» **The problem**
Please return the lines of the data that contain "below".
*** Supplied material ***
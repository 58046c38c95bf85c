package method

import (
	"errors"
	"math"
	"sync"
)

// The studentized range distribution: the range of k independent standard
// normal values divided by an independent estimate of their SD on df
// degrees of freedom. Its distribution function is the double integral of
// Copenhaver and Holland (1988), "Computation of the distribution of the
// maximum studentized range statistic with application to multiple
// significance testing of simple effects", J. Statist. Comput. Simul. 30,
// 1-15: the inner integral (Hartley's form of the distribution of the
// range of k normals) by Gauss-Legendre quadrature of degree 12 on two or
// three intervals, the outer one (over the chi distribution of the SD
// estimate) by Gauss-Legendre of degree 16 on intervals of length 1, 1/2,
// 1/4 or 1/8 by df. This is the algorithm, constants and cut-offs that
// R's ptukey uses, so the results agree with R's to about 1e-10.

// errGrpTukeyArgs is returned for a studentized range argument out of range.
var errGrpTukeyArgs = errors.New("method: studentized range needs k >= 2 groups, df >= 2 and a probability in [0, 1]")

// grpLegendre returns the non-negative nodes (descending) and weights of
// the n-point Gauss-Legendre rule on [-1, 1], n even, by Newton's method
// on the Legendre polynomial (the classical construction, as in Golub and
// Welsch 1969's reference values). Computed on first use (grpLeg12,
// grpLeg16), not at start.
func grpLegendre(n int) (x, w []float64) {
	h := n / 2
	x = make([]float64, h)
	w = make([]float64, h)
	for i := 0; i < h; i++ {
		z := math.Cos(math.Pi * (float64(i) + 0.75) / (float64(n) + 0.5))
		var dp float64
		for it := 0; it < 100; it++ {
			p0, p1 := 1.0, z
			for j := 2; j <= n; j++ {
				p0, p1 = p1, ((2*float64(j)-1)*z*p1-(float64(j)-1)*p0)/float64(j)
			}
			dp = float64(n) * (z*p1 - p0) / (z*z - 1)
			dz := p1 / dp
			z -= dz
			if math.Abs(dz) < 1e-16 {
				break
			}
		}
		// recompute the derivative at the converged node
		p0, p1 := 1.0, z
		for j := 2; j <= n; j++ {
			p0, p1 = p1, ((2*float64(j)-1)*z*p1-(float64(j)-1)*p0)/float64(j)
		}
		dp = float64(n) * (z*p1 - p0) / (z*z - 1)
		x[i] = z
		w[i] = 2 / ((1 - z*z) * dp * dp)
	}
	return x, w
}

// grpRule is a Gauss-Legendre rule from grpLegendre.
type grpRule struct{ x, w []float64 }

var (
	grpLeg12 = sync.OnceValue(func() grpRule { x, w := grpLegendre(12); return grpRule{x, w} })
	grpLeg16 = sync.OnceValue(func() grpRule { x, w := grpLegendre(16); return grpRule{x, w} })
)

func grpPhi(x float64) float64 { return 0.5 * math.Erfc(-x/math.Sqrt2) }

// grpWProb is the probability that the range of cc standard normal values
// is below w (Hartley's form; Copenhaver and Holland 1988, with rr = 1
// range).
func grpWProb(w, cc float64) float64 {
	const (
		c1 = -30.0
		c2 = -50.0
		c3 = 60.0
		bb = 8.0
	)
	qsqz := w * 0.5
	if qsqz >= bb {
		return 1
	}
	// (2 Phi(w/2) - 1)^cc, the first term of Hartley's form
	prW := 2*grpPhi(qsqz) - 1
	if prW >= math.Exp(c2/cc) {
		prW = math.Pow(prW, cc)
	} else {
		prW = 0
	}
	wincr := 3.0
	if w > 3 {
		wincr = 2
	}
	blb := qsqz
	binc := (bb - qsqz) / wincr
	bub := blb + binc
	einsum := 0.0
	cc1 := cc - 1
	leg := grpLeg12()
	grpLeg12x, grpLeg12w := leg.x, leg.w
	for wi := 1.0; wi <= wincr; wi++ {
		elsum := 0.0
		a := 0.5 * (bub + blb)
		b := 0.5 * (bub - blb)
		// nodes from -1 to 1, as the published order
		for jj := 0; jj < 12; jj++ {
			var xx, wt float64
			if jj < 6 {
				xx, wt = -grpLeg12x[jj], grpLeg12w[jj]
			} else {
				xx, wt = grpLeg12x[11-jj], grpLeg12w[11-jj]
			}
			ac := a + b*xx
			qexpo := ac * ac
			if qexpo > c3 {
				break
			}
			rinsum := grpPhi(ac) - grpPhi(ac-w)
			if rinsum >= math.Exp(c1/cc1) {
				elsum += wt * math.Exp(-0.5*qexpo) * math.Pow(rinsum, cc1)
			}
		}
		elsum *= 2 * b * cc / math.Sqrt(2*math.Pi)
		einsum += elsum
		blb = bub
		bub += binc
	}
	prW += einsum
	if prW <= math.Exp(c1) {
		return 0
	}
	if prW >= 1 {
		return 1
	}
	return prW
}

// PTukey is the distribution function P(Q <= q) of the studentized range
// Q of k means on df degrees of freedom (df may be fractional, as in
// Games-Howell; df above 25000 is taken as infinite). Copenhaver and
// Holland (1988), as R's ptukey (nranges = 1).
func PTukey(q float64, k int, df float64) (float64, error) {
	if k < 2 || !(df >= 2) || math.IsNaN(q) {
		return 0, errGrpTukeyArgs
	}
	if q <= 0 {
		return 0, nil
	}
	if math.IsInf(q, 1) {
		return 1, nil
	}
	cc := float64(k)
	if df > 25000 {
		return grpWProb(q, cc), nil
	}
	const (
		eps1 = -30.0
		eps2 = 1e-14
	)
	f2 := df * 0.5
	lg, _ := math.Lgamma(f2)
	f2lf := f2*math.Log(df) - df*math.Ln2 - lg
	f21 := f2 - 1
	ff4 := df * 0.25
	var ulen float64
	switch {
	case df <= 100:
		ulen = 1
	case df <= 800:
		ulen = 0.5
	case df <= 5000:
		ulen = 0.25
	default:
		ulen = 0.125
	}
	f2lf += math.Log(ulen)
	ans := 0.0
	otsum := 0.0
	leg := grpLeg16()
	grpLeg16x, grpLeg16w := leg.x, leg.w
	for i := 1; i <= 50; i++ {
		otsum = 0
		twa1 := float64(2*i-1) * ulen
		for jj := 0; jj < 16; jj++ {
			var u, wt float64
			if jj < 8 {
				u, wt = twa1-grpLeg16x[jj]*ulen, grpLeg16w[jj]
			} else {
				u, wt = twa1+grpLeg16x[jj-8]*ulen, grpLeg16w[jj-8]
			}
			t1 := f2lf + f21*math.Log(u) - u*ff4
			if t1 >= eps1 {
				qsqz := q * math.Sqrt(u*0.5)
				otsum += grpWProb(qsqz, cc) * wt * math.Exp(t1)
			}
		}
		if float64(i)*ulen >= 1 && otsum <= eps2 {
			break
		}
		ans += otsum
	}
	if ans > 1 {
		ans = 1
	}
	return ans, nil
}

// QTukey is the quantile function of the studentized range: the q with
// PTukey(q, k, df) = p. Starting value from the approximation of
// Copenhaver and Holland (1988) (as R's qtukey), then secant steps on
// PTukey; unlike R's (which stops at a step below 1e-4) the iteration runs
// to a relative step below 1e-9 so that intervals built on it are as accurate as
// PTukey.
func QTukey(p float64, k int, df float64) (float64, error) {
	if k < 2 || !(df >= 2) || !(p >= 0 && p <= 1) {
		return 0, errGrpTukeyArgs
	}
	if p == 0 {
		return 0, nil
	}
	if p == 1 {
		return math.Inf(1), nil
	}
	return grpQTukeyFrom(p, k, df, grpQTukeyStart(p, float64(k), df)), nil
}

// grpQTukeyFrom solves PTukey(q, k, df) = p by secant steps from x0
// (arguments already checked), stopping once the step is below 1e-9
// relative or PTukey is within 1e-13 of p; a bisection finishes the rare
// case where the secant stalls.
func grpQTukeyFrom(p float64, k int, df float64, x0 float64) float64 {
	pt := func(x float64) float64 {
		v, _ := PTukey(x, k, df)
		return v
	}
	v0 := pt(x0) - p
	if math.Abs(v0) < 1e-13 {
		return x0
	}
	// second iterate: a step of 2 % towards p (the start is within a few
	// per cent; R steps by 1)
	x1 := x0 * 1.02
	if v0 > 0 {
		x1 = x0 * 0.98
	}
	v1 := pt(x1) - p
	for iter := 0; iter < 50; iter++ {
		if math.Abs(v1) < 1e-13 {
			return x1
		}
		if v1 == v0 {
			break
		}
		ans := x1 - v1*(x1-x0)/(v1-v0)
		if !(ans > 0) || math.IsInf(ans, 0) {
			break
		}
		x0, v0 = x1, v1
		x1 = ans
		v1 = pt(x1) - p
		if math.Abs(x1-x0) < 1e-9*math.Max(1, x1) {
			return x1
		}
	}
	// Secant stalled: bisect on a bracket (PTukey is monotone).
	lo, hi := 0.0, math.Max(x1, 1)
	for pt(hi) < p {
		hi *= 2
		if hi > 1e6 {
			return hi
		}
	}
	for i := 0; i < 200 && hi-lo > 1e-12*hi; i++ {
		mid := 0.5 * (lo + hi)
		if pt(mid) < p {
			lo = mid
		} else {
			hi = mid
		}
	}
	return 0.5 * (lo + hi)
}

// grpQTukeyStart is the starting value of Copenhaver and Holland (1988)
// for the quantile, built on the normal quantile approximation of Odeh
// and Evans (1974, "Algorithm AS 70: the percentage points of the normal
// distribution", Appl. Statist. 23, 96-97), whose constants are these.
func grpQTukeyStart(p, c, v float64) float64 {
	const (
		p0   = -0.322232431088
		q0   = 0.993484626060e-01
		p1   = -1.0
		q1   = 0.588581570495
		p2   = -0.342242088547
		q2   = 0.531103462366
		p3   = -0.0204231210245
		q3   = 0.103537752850
		p4   = -0.453642210148e-04
		q4   = 0.38560700634e-02
		c1   = 0.8832
		c2   = 0.2368
		c3   = 1.214
		c4   = 1.208
		c5   = 1.4142
		vmax = 120.0
	)
	ps := 0.5 - 0.5*p
	yi := math.Sqrt(math.Log(1 / (ps * ps)))
	t := yi + ((((yi*p4+p3)*yi+p2)*yi+p1)*yi+p0)/((((yi*q4+q3)*yi+q2)*yi+q1)*yi+q0)
	if v < vmax {
		t += (t*t*t + t) / v / 4
	}
	q := c1 - c2*t
	if v < vmax {
		q += -c3/v + c4*t/v
	}
	return t * (q*math.Log(c-1) + c5)
}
*** End of Supplied material ***
» **Output of the exercise**
// is below w (Hartley's form; Copenhaver and Holland 1988, with rr = 1
// PTukey; unlike R's (which stops at a step below 1e-4) the iteration runs
// to a relative step below 1e-9 so that intervals built on it are as accurate as
// (arguments already checked), stopping once the step is below 1e-9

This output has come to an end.